Take for example this chart:










Is Umol the same as PAR?

And how does the Spectral Output look from this lamp?


----------



## Seattle_Aquarist (Jun 15, 2008)

Hi thegr8wendt,

Yes the umol is the PAR rating. The output of this lamp/led seems weighted to the blue end of the spectrum. The output spectrum looks good, maybe a little heavy on the 'blue' end. Possibly it is geared toward marine/reef/coral applications. Because blue light penetrates water better that would account for the higher umol ratings at the deeper depths.


----------



## Darkblade48 (Jan 4, 2008)

The advertising is a little too good to be true too. 22 umol per square metre of PAR at 120 cm (almost 48 inches)? From a single bulb?

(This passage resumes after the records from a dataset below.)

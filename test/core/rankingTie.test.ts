/**
 * The sweep ranking's tie rule (src/core/rankingTie.ts): relative to the larger |J|, with a scale that
 * cannot vanish near 0, the size of the terms a J sums. The rounding values are IEEE 754 binary64 facts
 * (what any conforming double arithmetic gives); the scale's arithmetic is worked by hand below.
 */
import { describe, expect, it } from 'vitest';
import { RANKING_TIE_RELATIVE } from '../../src/core/limits';
import { rewardTermScale, tiedValues } from '../../src/core/rankingTie';

describe('the term scale S = mean |r| / (1 − γ)', () => {
  it('is the rewards’ mean magnitude over the discounted horizon', () => {
    // |1| + |−3| + |2| = 6, mean 2; 1/(1 − 0.5) = 2: S = 4 (by hand).
    expect(rewardTermScale(Float64Array.from([1, -3, 2]), 0.5)).toBe(4);
    // Gains and costs that cancel: the mean reward is 0, the scale is not.
    expect(rewardTermScale(Float64Array.from([5, -5, 5, -5]), 0.9)).toBeCloseTo(50, 12);
    expect(rewardTermScale(new Float64Array(0), 0.9)).toBe(0);
  });
});

describe('two J tied', () => {
  it('ties two zeros, with or without a scale', () => {
    expect(tiedValues(0, 0, 0)).toBe(true);
    expect(tiedValues(0, -0, 3)).toBe(true);
  });

  it('ties two values of zero reached by sums in another order, one each side of 0 too — which the relative rule alone never did', () => {
    // IEEE 754 binary64: (0.1 + 0.2) − 0.3 = 5.551115123125783e−17 and 0.1 + (0.2 − 0.3) = 2.7755575615628914e−17, both 0 exactly.
    const a = (0.1 + 0.2) - 0.3, b = 0.1 + (0.2 - 0.3);
    expect(a).toBe(5.551115123125783e-17);
    expect(b).toBe(2.7755575615628914e-17);
    expect(tiedValues(a, b, 0)).toBe(false); // relative to max(|a|, |b|) the tolerance is 5.6e−26: rounding read as a gap
    const scale = rewardTermScale(Float64Array.from([0.1, 0.2, -0.3]), 0.9); // mean 0.2 over 1/(1 − 0.9): S = 2
    expect(tiedValues(a, b, scale)).toBe(true);
    expect(tiedValues(a, -b, scale)).toBe(true); // opposite signs, both rounding about 0
  });

  it('still ranks a real gap near 0 and of mixed sign (−0.0004 against +0.0003)', () => {
    expect(tiedValues(-0.0004, 0.0003, 0)).toBe(false);
    expect(tiedValues(-0.0004, 0.0003, 2)).toBe(false);
    // Mixed signs differ by at least the larger magnitude, so they tie only within RANKING_TIE_RELATIVE · S of 0.
    expect(tiedValues(-0.4 * RANKING_TIE_RELATIVE, 0.3 * RANKING_TIE_RELATIVE, 1)).toBe(true);
    expect(tiedValues(-0.6 * RANKING_TIE_RELATIVE, 0.6 * RANKING_TIE_RELATIVE, 1)).toBe(false);
  });

  it('is the relative rule where |J| is above the scale', () => {
    expect(tiedValues(7, 7.000000000000001, 1)).toBe(true); // one unit in the last place
    expect(tiedValues(7, 7 * (1 + 1e-7), 1)).toBe(false); // a hundred times the rule
    expect(tiedValues(1e6, 1e6 * (1 + 0.5e-9), 1)).toBe(true);
    expect(tiedValues(1e6, 1e6 * (1 + 2e-9), 1)).toBe(false);
  });
});
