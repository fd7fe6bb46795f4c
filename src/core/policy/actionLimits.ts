/**
 * The action limits in force at a state: position limits [lo, hi] and, with a rate limit r
 * around the previous action p, the band [p − r, p + r]. A rate limiter followed by a position
 * limiter (the usual order in a controller's output block; common practice) gives
 *   a = clip(clip(ã, p − r, p + r), lo, hi) = clip(ã, L, U),
 *   L = min(max(p − r, lo), hi),  U = min(max(p + r, lo), hi),
 * the band clamped into [lo, hi]. When the band lies wholly outside [lo, hi] (a logged previous
 * action beyond the position limits), L = U: the action is the nearer position limit with
 * probability 1. Clipping puts point masses at L and U (censored normal); a rate limit is always a
 * clip, so it cannot be combined with truncation (createGaussianPolicy refuses that).
 *
 * Shapes: state read from state[stateOffset .. stateOffset+ds); lo, hi: m.
 */
import type { BoundMode, GaussianPolicy } from './gaussianPolicyTypes';

/** True when some action is limited (position or rate), so action laws need the bounded rules. */
export function hasActionLimits(p: GaussianPolicy): boolean {
  return p.bounds !== undefined || p.rateLimit !== undefined;
}

/** 'clip' or 'truncate' when the policy has limits, else null. */
export function limitModeOf(p: GaussianPolicy): BoundMode | null {
  if (p.bounds) return p.bounds.mode;
  return p.rateLimit ? 'clip' : null;
}

/**
 * Write the limits L(s), U(s) of every action into lo and hi (m each; ±Infinity where a side is
 * open) and return the limit mode, or null (lo/hi untouched) when the policy has no limits.
 */
export function actionLimitsAt(
  p: GaussianPolicy, state: ArrayLike<number>, stateOffset: number, lo: Float64Array, hi: Float64Array,
): BoundMode | null {
  const mode = limitModeOf(p);
  if (mode === null) return null;
  const m = p.actionDim, b = p.bounds, rate = p.rateLimit;
  for (let j = 0; j < m; j++) {
    const positionLo = b ? b.lo[j] : -Infinity, positionHi = b ? b.hi[j] : Infinity;
    let l = positionLo, u = positionHi;
    const index = rate ? rate.previousActionState[j] : -1;
    if (rate && index >= 0) {
      const previous = state[stateOffset + index], r = rate.maxStep[j];
      l = Math.min(Math.max(previous - r, positionLo), positionHi);
      u = Math.min(Math.max(previous + r, positionLo), positionHi);
    }
    lo[j] = l;
    hi[j] = u;
  }
  return mode;
}

/** A reusable evaluator of actionLimitsAt with its own buffers (one per quadrature or sampler). */
export interface LimitsAtState {
  readonly lo: Float64Array; // m
  readonly hi: Float64Array; // m
  /** Fill lo/hi for the state; returns the mode or null. */
  at(state: ArrayLike<number>, stateOffset: number): BoundMode | null;
}

export function limitsAtState(p: GaussianPolicy): LimitsAtState {
  const lo = new Float64Array(p.actionDim), hi = new Float64Array(p.actionDim);
  return { lo, hi, at: (state, stateOffset) => actionLimitsAt(p, state, stateOffset, lo, hi) };
}
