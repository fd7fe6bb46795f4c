/**
 * Small and large numbers to the user: "9.88 × 10⁻¹¹" typeset (ISO 80000-1 §7.3 writes a power of ten
 * with ×; common practice), "9.88e-11" on the terminal, from one writer; and the pipeline's messages
 * typeset for the app and the report.
 */
import { describe, expect, it } from 'vitest';
import { ASCII_MINUS, exponentText, powerOfTen, TRUE_MINUS } from '../../src/core/exponentText';
import { typesetText } from '../../src/core/typesetText';
import { plainNumber } from '../../src/figures/parts/uncertainNumber';
import { significant } from '../../src/cli/textTable';

const NBSP = '\u00a0';

describe('exponentText', () => {
  it('writes a power of ten where text is typeset and the ASCII e-form on the terminal', () => {
    expect(exponentText(9.88e-11, 2)).toBe(`9.88${NBSP}×${NBSP}10⁻¹¹`);
    expect(exponentText(-9.88e-11, 2, TRUE_MINUS)).toBe(`\u22129.88${NBSP}×${NBSP}10⁻¹¹`);
    expect(exponentText(9.88e-11, 2, ASCII_MINUS)).toBe('9.88e-11');
    expect(exponentText(2.5e15, 3, ASCII_MINUS)).toBe('2.5e15'); // no "e+"
    expect(exponentText(1e6, 0, ASCII_MINUS)).toBe('1e6');
    expect(exponentText(3e-6, 2, TRUE_MINUS, true)).toBe(`3.00${NBSP}×${NBSP}10⁻⁶`);
    expect(powerOfTen(-11)).toBe('10⁻¹¹');
    expect(powerOfTen(0)).toBe('10⁰');
  });

  it('is the plain style\'s exponent form, and the terminal table\'s', () => {
    expect(plainNumber(9.876e-11, 3)).toBe(`9.88${NBSP}×${NBSP}10⁻¹¹`);
    expect(plainNumber(9.876e-11, 3, ASCII_MINUS)).toBe('9.88e-11');
    expect(significant(1.234e-5, 3)).toBe('1.2e-5');
    expect(significant(2.5e7, 4)).toBe('2.50e7'); // was "2.50e+7"
  });

  it('typesets the terminal forms in a shared message, and nothing inside words', () => {
    expect(typesetText('relative residual 9.88e-11; s·ρ(A)² near 1')).toBe(`relative residual 9.88${NBSP}×${NBSP}10⁻¹¹; s·ρ(A)² near 1`);
    expect(typesetText('J = -0.5 in [-3.4, 12.3], linear-quadratic, v2e-5x')).toBe('J = \u22120.5 in [\u22123.4, 12.3], linear-quadratic, v2e-5x');
    expect(typesetText('beyond 1e6 after 3 iterations')).toBe(`beyond 1${NBSP}×${NBSP}10⁶ after 3 iterations`);
  });
});
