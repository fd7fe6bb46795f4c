import { describe, expect, it } from 'vitest';
import { loggedDiscountedReturn } from '../../src/core/loggedReturn';
import type { TransitionSet } from '../../src/core/transitions';

function episodes(lengths: number[], reward: number): TransitionSet {
  const n = lengths.reduce((a, b) => a + b, 0);
  const episode = new Int32Array(n);
  let i = 0;
  lengths.forEach((len, k) => { for (let t = 0; t < len; t++) episode[i++] = k; });
  return {
    count: n, stateDim: 1, actionDim: 1, stateNames: ['x'], actionNames: ['u'],
    states: new Float64Array(n), actions: new Float64Array(n), rewards: new Float64Array(n).fill(reward),
    nextStates: new Float64Array(n), terminal: new Uint8Array(n), episode, episodeCount: lengths.length,
    startStates: new Float64Array(lengths.length), sourceLine: new Int32Array(n),
  };
}

describe('logged discounted return', () => {
  it('equals the geometric sum r(1 − γ^T)/(1 − γ) per episode', () => {
    // Finite geometric series (common practice).
    const g = 0.9;
    const result = loggedDiscountedReturn(episodes([10, 20], 2), g);
    const expected = [10, 20].map((t) => (2 * (1 - g ** t)) / (1 - g));
    expect(Array.from(result.perEpisode)).toEqual(expected.map((v) => expect.closeTo(v, 12)));
    expect(result.value).toBeCloseTo((expected[0] + expected[1]) / 2, 12);
    expect(result.largestTruncationWeight).toBeCloseTo(g ** 10, 14);
    // Two values: s.e. = |a − b| / 2.
    expect(result.standardError).toBeCloseTo(Math.abs(expected[0] - expected[1]) / 2, 12);
  });
});
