/**
 * The behaviour model is ordinary least squares of actions on [1, s] with the dof-corrected
 * residual covariance. Checked against ml-matrix (an independent least-squares solve), and on
 * simulated logs with a known controller against the sampling distribution of OLS (Greene,
 * "Econometric Analysis", 7th ed., §4.3: Var(b | X) = σ²(XᵀX)⁻¹; §4.7: E[s²] = σ²).
 */
import { describe, expect, it } from 'vitest';
import { inverse, Matrix, solve as mlSolve } from 'ml-matrix';
import { BehaviourModelError, fitBehaviourModel, meanActionAtMeanState } from '../../src/core/behaviourModel';
import { createGaussianPolicy } from '../../src/core/policy';
import { createRandom } from '../../src/core/random';

const TRUE_OFFSET = [1, -0.5];
const TRUE_GAIN = [[0.8, -0.3], [0.2, 0.5]];
const TRUE_COV = [[0.04, 0.012], [0.012, 0.09]];
const STATE_MEAN = [350, 2]; // a temperature in K and a level in m: far from zero on purpose
const STATE_STD = [2, 0.5];

/** A logged controller a = c + G s + e with correlated noise e ~ N(0, Σ) (Σ = L Lᵀ). */
function simulateLog(n: number, seed: number) {
  const rng = createRandom(seed);
  const l11 = Math.sqrt(TRUE_COV[0][0]), l21 = TRUE_COV[1][0] / l11, l22 = Math.sqrt(TRUE_COV[1][1] - l21 * l21);
  const states = new Float64Array(n * 2), actions = new Float64Array(n * 2);
  for (let i = 0; i < n; i++) {
    const s = [STATE_MEAN[0] + STATE_STD[0] * rng.normal(), STATE_MEAN[1] + STATE_STD[1] * rng.normal()];
    const z1 = rng.normal(), z2 = rng.normal();
    const e = [l11 * z1, l21 * z1 + l22 * z2];
    states.set(s, 2 * i);
    for (let j = 0; j < 2; j++) actions[2 * i + j] = TRUE_OFFSET[j] + TRUE_GAIN[j][0] * s[0] + TRUE_GAIN[j][1] * s[1] + e[j];
  }
  return { states, actions };
}

function designMatrix(states: Float64Array, n: number): Matrix {
  return new Matrix(Array.from({ length: n }, (_, i) => [1, states[2 * i], states[2 * i + 1]]));
}

describe('fitBehaviourModel', () => {
  const n = 4000;
  const { states, actions } = simulateLog(n, 20240301);
  const model = fitBehaviourModel(states, actions, n, 2, 2);
  const X = designMatrix(states, n);
  const A = new Matrix(Array.from({ length: n }, (_, i) => [actions[2 * i], actions[2 * i + 1]]));

  it('agrees with an independent least-squares solve by ml-matrix (coefficients, Σ, R²)', () => {
    const beta = mlSolve(X, A); // 3×2, QR least squares
    for (let j = 0; j < 2; j++) {
      expect(model.offset[j]).toBeCloseTo(beta.get(0, j), 8);
      for (let p = 0; p < 2; p++) expect(model.gain[j][p]).toBeCloseTo(beta.get(p + 1, j), 9);
    }
    const E = A.clone().sub(X.mmul(beta));
    const sigma = E.transpose().mmul(E).div(n - 3); // dof correction: n − k, k = 3 regressors
    for (let j = 0; j < 2; j++) for (let q = 0; q < 2; q++) expect(model.covariance[j][q]).toBeCloseTo(sigma.get(j, q), 10);
    for (let j = 0; j < 2; j++) {
      const column = A.getColumn(j), mean = column.reduce((a, b) => a + b, 0) / n;
      const total = column.reduce((a, b) => a + (b - mean) ** 2, 0);
      const residual = E.getColumn(j).reduce((a, b) => a + b * b, 0);
      expect(model.rSquared[j]).toBeCloseTo(1 - residual / total, 10);
      expect(model.std[j]).toBeCloseTo(Math.sqrt(sigma.get(j, j)), 12);
    }
    expect(model.degreesOfFreedom).toBe(n - 3);
  });

  it('recovers the known gain and offset within 4 standard errors of OLS (Greene §4.3)', () => {
    const xtxInverse = inverse(X.transpose().mmul(X));
    for (let j = 0; j < 2; j++) {
      const se = (k: number): number => Math.sqrt(TRUE_COV[j][j] * xtxInverse.get(k, k));
      expect(Math.abs(model.offset[j] - TRUE_OFFSET[j])).toBeLessThan(4 * se(0));
      for (let p = 0; p < 2; p++) expect(Math.abs(model.gain[j][p] - TRUE_GAIN[j][p])).toBeLessThan(4 * se(p + 1));
      // Reported standard errors use σ̂ in place of σ: equal to within the relative error of σ̂,
      // about 1/√(2·dof) ≈ 1.1% here; 5% is over four of those.
      expect(model.offsetStandardError[j] / se(0)).toBeCloseTo(1, 1);
      for (let p = 0; p < 2; p++) expect(Math.abs(model.gainStandardError[j][p] / se(p + 1) - 1)).toBeLessThan(0.05);
    }
  });

  it('recovers the noise covariance within 4 standard errors of the Wishart estimate', () => {
    // Residual covariance ~ Wishart(Σ, dof)/dof: Var(S_jq) = (Σ_jq² + Σ_jj Σ_qq)/dof
    // (Anderson, "An Introduction to Multivariate Statistical Analysis", 3rd ed., §7.2).
    const dof = n - 3;
    for (let j = 0; j < 2; j++) {
      for (let q = 0; q < 2; q++) {
        const sd = Math.sqrt((TRUE_COV[j][q] ** 2 + TRUE_COV[j][j] * TRUE_COV[q][q]) / dof);
        expect(Math.abs(model.covariance[j][q] - TRUE_COV[j][q])).toBeLessThan(4 * sd);
      }
    }
  });

  it('is a valid GaussianPolicySpec for the same states', () => {
    const policy = createGaussianPolicy({ offset: model.offset, gain: model.gain, covariance: model.covariance }, 2);
    expect(policy.actionDim).toBe(2);
    expect(policy.independent).toBe(false);
    createGaussianPolicy({ offset: model.offset, gain: model.gain, std: model.std }, 2);
  });

  it('one action, one state: slope and residual variance match the textbook closed form', () => {
    // Simple regression (Greene §3.2): b = Sxy/Sxx, s² = Σe²/(n − 2). Data: y = 2x + noise on 5 points.
    const x = Float64Array.from([1, 2, 3, 4, 5]), y = Float64Array.from([2.1, 3.9, 6.2, 7.8, 10.1]);
    const fit = fitBehaviourModel(x, y, 5, 1, 1);
    const sxy = (1 - 3) * (2.1 - 6.02) + (2 - 3) * (3.9 - 6.02) + (4 - 3) * (7.8 - 6.02) + (5 - 3) * (10.1 - 6.02);
    expect(fit.gain[0][0]).toBeCloseTo(sxy / 10, 12);
    expect(fit.offset[0]).toBeCloseTo(6.02 - (sxy / 10) * 3, 12);
    const residuals = [...x].map((xi, i) => y[i] - fit.offset[0] - fit.gain[0][0] * xi);
    expect(fit.covariance[0][0]).toBeCloseTo(residuals.reduce((a, e) => a + e * e, 0) / 3, 12);
    expect(fit.gainStandardError[0][0]).toBeCloseTo(Math.sqrt(fit.covariance[0][0] / 10), 12);
  });

  it('refuses logs it cannot fit, naming the reason', () => {
    const flat = Float64Array.from([1, 1, 1, 1]), a = Float64Array.from([0, 1, 2, 4]);
    expect(() => fitBehaviourModel(flat, a, 4, 1, 1)).toThrow(new BehaviourModelError('state 1 is constant in the log, so its gain cannot be estimated'));
    expect(() => fitBehaviourModel(Float64Array.from([1, 2]), Float64Array.from([1, 2]), 2, 1, 1)).toThrow(/needs at least 3 transitions, got 2/);
    const s = Float64Array.from([1, 2, 3, 4]);
    expect(() => fitBehaviourModel(s, Float64Array.from([5, 5, 5, 5]), 4, 1, 1)).toThrow(/action 1 is constant/);
    expect(() => fitBehaviourModel(s, Float64Array.from([2, 4, 6, 8]), 4, 1, 1)).toThrow(/follows the states exactly/);
    const collinear = Float64Array.from([1, 2, 2, 4, 3, 6, 4, 8]);
    expect(() => fitBehaviourModel(collinear, a, 4, 2, 1)).toThrow(/state 2 is \(almost\) a linear combination/);
    const nearly = Float64Array.from([1, 0.1, 2, 0.2, 3, 0.3 + 1e-15, 4, 0.4]);
    expect(() => fitBehaviourModel(nearly, a, 4, 2, 1)).toThrow(BehaviourModelError);
  });
});

describe('meanActionAtMeanState', () => {
  it('is the mean logged action for an unclipped least-squares fit: least squares with an intercept passes through the means (common practice; Greene, "Econometric Analysis", ch. 3, from memory)', () => {
    const n = 4000, { states, actions } = simulateLog(n, 7);
    const model = fitBehaviourModel(states, actions, n, 2, 2);
    const centre = meanActionAtMeanState(model);
    expect(model.stateMean[0]).toBeCloseTo(Array.from({ length: n }, (_, i) => states[2 * i]).reduce((a, b) => a + b) / n, 9);
    for (let j = 0; j < 2; j++) {
      let mean = 0;
      for (let i = 0; i < n; i++) mean += actions[2 * i + j] / n;
      expect(centre[j]).toBeCloseTo(mean, 9);
    }
    // The offset alone is the mean at s = 0, far from where these logs sit (a temperature near 350 K).
    expect(Math.abs(model.offset[0] - centre[0])).toBeGreaterThan(100);
  });

  it('with a clipped log it is the law before the clip, where the mean logged action is pulled below it', () => {
    // a = 50 + 10·(s − 2) + N(0, 5²), s ~ N(2, 1), clipped at 55: at s̄ = 2 the law's mean is 50, while the mean logged
    // action is 50 − σ·(φ(z) − z·(1 − Φ(z))) ≈ 47.6 with σ = √(10² + 5²), z = 5/σ (the mean of a normal capped above; common practice).
    const n = 20_000, rng = createRandom(11), states = new Float64Array(n), actions = new Float64Array(n);
    for (let i = 0; i < n; i++) {
      states[i] = 2 + rng.normal();
      actions[i] = Math.min(55, 50 + 10 * (states[i] - 2) + 5 * rng.normal());
    }
    const model = fitBehaviourModel(states, actions, n, 1, 1);
    expect(model.bounds?.hi).toEqual([55]);
    const centre = meanActionAtMeanState(model)[0], logged = actions.reduce((a, b) => a + b) / n;
    expect(Math.abs(centre - 50)).toBeLessThan(0.3);
    expect(logged).toBeLessThan(48.5);
  });
});

describe('fitBehaviourModel on the rows not held (the held-actions repair)', () => {
  // A log with two laws, both known in closed form (OLS slope S_sa/S_ss and intercept ā − β s̄; Seber & Lee,
  // "Linear Regression Analysis", 2nd ed., 2003, §3.1, from memory). Moving rows: a = 0.3·s + e, s ∈ {±1, ±2} twice
  // each, e = ±0.1 once each per state (Σe = Σs·e = 0), so their law is 0.3·s exactly, σ² = 8·0.01/6. Then 0.4 held
  // for three rows at s = 3 (an operator's valve): every row's law is the pooled one, a law that never ran.
  const rows: [number, number][] = [[-2, -0.5], [-1, -0.2], [1, 0.2], [2, 0.7], [-2, -0.7], [-1, -0.4], [2, 0.5], [1, 0.4], [3, 0.4], [3, 0.4], [3, 0.4]];
  const states = Float64Array.from(rows.map((r) => r[0])), actions = Float64Array.from(rows.map((r) => r[1])), n = rows.length;
  const moving = Uint8Array.from(rows.map((_, i) => (i < 8 ? 1 : 0)));

  it('recovers the law the other rows follow, while the fit on every row gives the pooled law', () => {
    const repaired = fitBehaviourModel(states, actions, n, 1, 1, undefined, moving);
    expect(repaired.count).toBe(8);
    expect(repaired.gain[0][0]).toBeCloseTo(0.3, 12);
    expect(repaired.offset[0]).toBeCloseTo(0, 12);
    expect(repaired.std[0]).toBeCloseTo(Math.sqrt(0.08 / 6), 12);
    const pooled = fitBehaviourModel(states, actions, n, 1, 1);
    const sss = 47 - 81 / 11, ssa = 9.6 - (9 * 1.2) / 11; // Σs = 9, Σs² = 47, Σa = 1.2, Σs·a = 9.6 over all 11 rows
    expect(pooled.gain[0][0]).toBeCloseTo(ssa / sss, 12);
    expect(pooled.offset[0]).toBeCloseTo(1.2 / 11 - (ssa / sss) * (9 / 11), 12);
  });

  it('every row marked moving: the same model as without a mask, bit for bit', () => {
    expect(fitBehaviourModel(states, actions, n, 1, 1, undefined, new Uint8Array(n).fill(1))).toEqual(fitBehaviourModel(states, actions, n, 1, 1));
  });

  it('the limits are read on every row, and the clipped fit runs on the rows not held', () => {
    // A valve at its stop 1 on 30 rows of 200 (read as a limit), and a held stretch of 20 rows mid-range.
    const m = 200, random = createRandom(5), s = new Float64Array(m), a = new Float64Array(m);
    for (let i = 0; i < m; i++) {
      s[i] = 2 * random.normal();
      a[i] = Math.min(1, 0.5 + 0.3 * s[i] + 0.05 * random.normal());
    }
    for (let i = 100; i < 120; i++) a[i] = 0.42;
    const keep = Uint8Array.from(a, (_, i) => (i >= 100 && i < 120 ? 0 : 1));
    const model = fitBehaviourModel(s, a, m, 1, 1, undefined, keep);
    expect(model.count).toBe(180);
    expect(model.limits).toEqual(fitBehaviourModel(s, a, m, 1, 1).limits);
    expect(model.bounds?.hi).toEqual([1]);
    expect(model.gain[0][0]).toBeCloseTo(0.3, 1);
  });
});
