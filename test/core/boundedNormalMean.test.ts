/**
 * The mean action behind an actuator limit, checked against closed forms found outside the
 * project and a seeded Monte Carlo run with a tolerance from its standard error.
 */
import { describe, expect, it } from 'vitest';
import { boundedNormalMean, clippedNormalMean, truncatedNormalMean } from '../../src/core/boundedNormalMean';
import { createRandom } from '../../src/core/random';

describe('mean of a normal behind a limit', () => {
  it('truncated at 0 from below: the half-normal mean σ·√(2/π) (Johnson, Kotz & Balakrishnan 1994, §10.1 / the half-normal distribution)', () => {
    expect(truncatedNormalMean(0, 1, 0, Infinity)).toBeCloseTo(Math.sqrt(2 / Math.PI), 14);
    expect(truncatedNormalMean(5, 2, 5, Infinity)).toBeCloseTo(5 + 2 * Math.sqrt(2 / Math.PI), 13);
  });

  it('clipped at 0 from below: E[max(0, Z)] = φ(0) = 1/√(2π) (the Tobit mean, Greene §19.3)', () => {
    expect(clippedNormalMean(0, 1, 0, Infinity)).toBeCloseTo(1 / Math.sqrt(2 * Math.PI), 14);
  });

  it('no limits: the mean itself; symmetric limits around the mean: the mean', () => {
    expect(clippedNormalMean(3.2, 0.7, -Infinity, Infinity)).toBeCloseTo(3.2, 14);
    expect(truncatedNormalMean(3.2, 0.7, -Infinity, Infinity)).toBeCloseTo(3.2, 14);
    expect(clippedNormalMean(50, 20, 0, 100)).toBeCloseTo(50, 12);
    expect(truncatedNormalMean(50, 20, 0, 100)).toBeCloseTo(50, 12);
  });

  it('agrees with 200 000 seeded draws within 4 standard errors, both ways, limits 0–100 %', () => {
    const random = createRandom(11), mean = 92, std = 15, lo = 0, hi = 100, n = 200_000;
    let clipSum = 0, clipSq = 0, truncSum = 0, truncSq = 0, kept = 0;
    for (let i = 0; i < n; i++) {
      const a = mean + std * random.normal(), c = Math.min(hi, Math.max(lo, a));
      clipSum += c;
      clipSq += c * c;
      if (a >= lo && a <= hi) {
        truncSum += a;
        truncSq += a * a;
        kept++;
      }
    }
    const clipMean = clipSum / n, clipSe = Math.sqrt((clipSq / n - clipMean ** 2) / n);
    const truncMean = truncSum / kept, truncSe = Math.sqrt((truncSq / kept - truncMean ** 2) / kept);
    expect(Math.abs(boundedNormalMean(mean, std, lo, hi, 'clip') - clipMean)).toBeLessThan(4 * clipSe);
    expect(Math.abs(boundedNormalMean(mean, std, lo, hi, 'truncate') - truncMean)).toBeLessThan(4 * truncSe);
  });

  it('stays inside the limits however far the mean lies beyond them (the 150 % line of the candidate chart)', () => {
    for (const mode of ['clip', 'truncate'] as const) {
      for (const mean of [-1e6, -200, -40, 150, 400, 1e9]) {
        const m = boundedNormalMean(mean, 5, 0, 100, mode);
        expect(m).toBeGreaterThanOrEqual(0);
        expect(m).toBeLessThanOrEqual(100);
      }
    }
    // Far beyond a limit the truncated mean approaches it by σ/|α| (Mills' ratio, A&S 26.2.12).
    expect(truncatedNormalMean(-200, 5, 0, 100)).toBeCloseTo(5 / 40, 3);
    expect(clippedNormalMean(150, 5, 0, 100)).toBe(100);
  });
});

A little hard to believe...


----------



## flc (Sep 10, 2012)

A micromole, or umol, is the unit of measurement associated with PAR. The u is used because most web apps can't handle multi-script encoding like english combined with the greek letter mu.

A mole is a fixed number of things, or elementary entities, if you want to be precise. One mole is composed of 6.02 x 10^23 things. That's 6.02 times ten followed by 23 zeros. The term micro refers to 10^-6 or 0.000001 units of something. If you multiply the two things together, a micromole comes out as 6.02 x 10^17 units of something. 

Like everything else, plants have to obey physics, in this case quantum physics. (The transfer of energy at small scales happens in discrete, exact amounts, or quanta.) Chemical bonds in plant pigments act like antenna which receive light. A chemical bond used to receive light to that's useful for photosynthesis can only use photons with a discrete, very specific amount of energy. The amount of energy of a photon is inversely proportional to its wavelength- which is why plants need specific wavelengths. Photons at any other energy level (wavelength) are ignored. Photosynthetic reaction centers have ways to get around that, but that's too much detail to casually explain in a forum post.

*Take home lesson:* 1 umol PAR corresponds to 6.02 x 10^17 photons with an energy level (or wavelength) plants can use for photosynthesis.


----------